DATA RECORDS:
//! What is handed over to be committed, and the answers.

use record::{Draft, Intent, Row};
use units::{Mono, Utc};

use crate::{Committed, Done};

/// What one step of the engine wants kept.
#[derive(PartialEq, Debug)]
pub struct Batch {
    pub term: u64,
    pub utc: Utc,
    pub boot: Mono,
    /// In this order. An intent's own draft may stand among them, in its place; then it is written
    /// once, there.
    pub drafts: Vec<Draft>,
    /// Those whose draft is not among the above are written after them.
    pub intents: Vec<Intent>,
    /// What was seen since the batch before: it is on disk no later than what followed from it.
    pub seen: Seen,
}

/// What the engine was told, and what a minute's readings were. Kept apart from the chain until a
/// day is sealed.
#[derive(Clone, PartialEq, Eq, Debug, Default)]
pub struct Seen {
    /// Each in the bytes that `record` gives it.
    pub events: Vec<Vec<u8>>,
    pub minutes: Vec<Minute>,
}

impl Seen {
    pub fn is_empty(&self) -> bool {
        self.events.is_empty() && self.minutes.is_empty()
    }
}

/// One reading of each signal for a minute, for people and plots: rounded to a step that is fine
/// enough to show, and coarse enough to keep for ten years.
#[derive(Clone, PartialEq, Eq, Debug)]
pub struct Minute {
    /// Its beginning.
    pub at: Utc,
    /// In the order of the site file.
    pub readings: Vec<MinuteReading>,
}

#[derive(Clone, PartialEq, Eq, Debug)]
pub struct MinuteReading {
    pub signal: String,
    /// The value is `steps` x 10^`exponent` in the signal's unit; none where nothing was read.
    pub steps: Option<i32>,
    pub exponent: i8,
    /// 0 good, 1 stale, 2 never read, 3 no number, 4 out of range, 5 too fast, 6 frozen, 7 bad at
    /// the source, 8 from the future. 255 is not used.
    pub quality: u8,
}

/// One batch is on disk.
#[derive(PartialEq, Debug)]
pub struct Acked {
    pub rows: Vec<Row>,
    /// The permits that may leave now.
    pub committed: Vec<Committed>,
}

#[derive(PartialEq, Debug)]
pub enum Reply {
    /// One for each batch, in the order in which they were submitted.
    Acked(Acked),
    /// Nothing can be kept until `Back`. The permits of every batch that was not acknowledged are
    /// gone; their other rows are kept in memory and will be written.
    Lost { why: String },
    /// What was kept in memory is on disk; its `Acked` follow, without permits.
    Back { rows_kept: usize },
    /// What became of a [`Task`].
    Done(Done),
}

ASSIGNED TASK:
Without altering a single word, set down all the entries again.

OUTPUT:
//! What is handed over to be committed, and the answers.

use record::{Draft, Intent, Row};
use units::{Mono, Utc};

use crate::{Committed, Done};

/// What one step of the engine wants kept.
#[derive(PartialEq, Debug)]
pub struct Batch {
    pub term: u64,
    pub utc: Utc,
    pub boot: Mono,
    /// In this order. An intent's own draft may stand among them, in its place; then it is written
    /// once, there.
    pub drafts: Vec<Draft>,
    /// Those whose draft is not among the above are written after them.
    pub intents: Vec<Intent>,
    /// What was seen since the batch before: it is on disk no later than what followed from it.
    pub seen: Seen,
}

/// What the engine was told, and what a minute's readings were. Kept apart from the chain until a
/// day is sealed.
#[derive(Clone, PartialEq, Eq, Debug, Default)]
pub struct Seen {
    /// Each in the bytes that `record` gives it.
    pub events: Vec<Vec<u8>>,
    pub minutes: Vec<Minute>,
}

impl Seen {
    pub fn is_empty(&self) -> bool {
        self.events.is_empty() && self.minutes.is_empty()
    }
}

/// One reading of each signal for a minute, for people and plots: rounded to a step that is fine
/// enough to show, and coarse enough to keep for ten years.
#[derive(Clone, PartialEq, Eq, Debug)]
pub struct Minute {
    /// Its beginning.
    pub at: Utc,
    /// In the order of the site file.
    pub readings: Vec<MinuteReading>,
}

#[derive(Clone, PartialEq, Eq, Debug)]
pub struct MinuteReading {
    pub signal: String,
    /// The value is `steps` x 10^`exponent` in the signal's unit; none where nothing was read.
    pub steps: Option<i32>,
    pub exponent: i8,
    /// 0 good, 1 stale, 2 never read, 3 no number, 4 out of range, 5 too fast, 6 frozen, 7 bad at
    /// the source, 8 from the future. 255 is not used.
    pub quality: u8,
}

/// One batch is on disk.
#[derive(PartialEq, Debug)]
pub struct Acked {
    pub rows: Vec<Row>,
    /// The permits that may leave now.
    pub committed: Vec<Committed>,
}

#[derive(PartialEq, Debug)]
pub enum Reply {
    /// One for each batch, in the order in which they were submitted.
    Acked(Acked),
    /// Nothing can be kept until `Back`. The permits of every batch that was not acknowledged are
    /// gone; their other rows are kept in memory and will be written.
    Lost { why: String },
    /// What was kept in memory is on disk; its `Acked` follow, without permits.
    Back { rows_kept: usize },
    /// What became of a [`Task`].
    Done(Done),
}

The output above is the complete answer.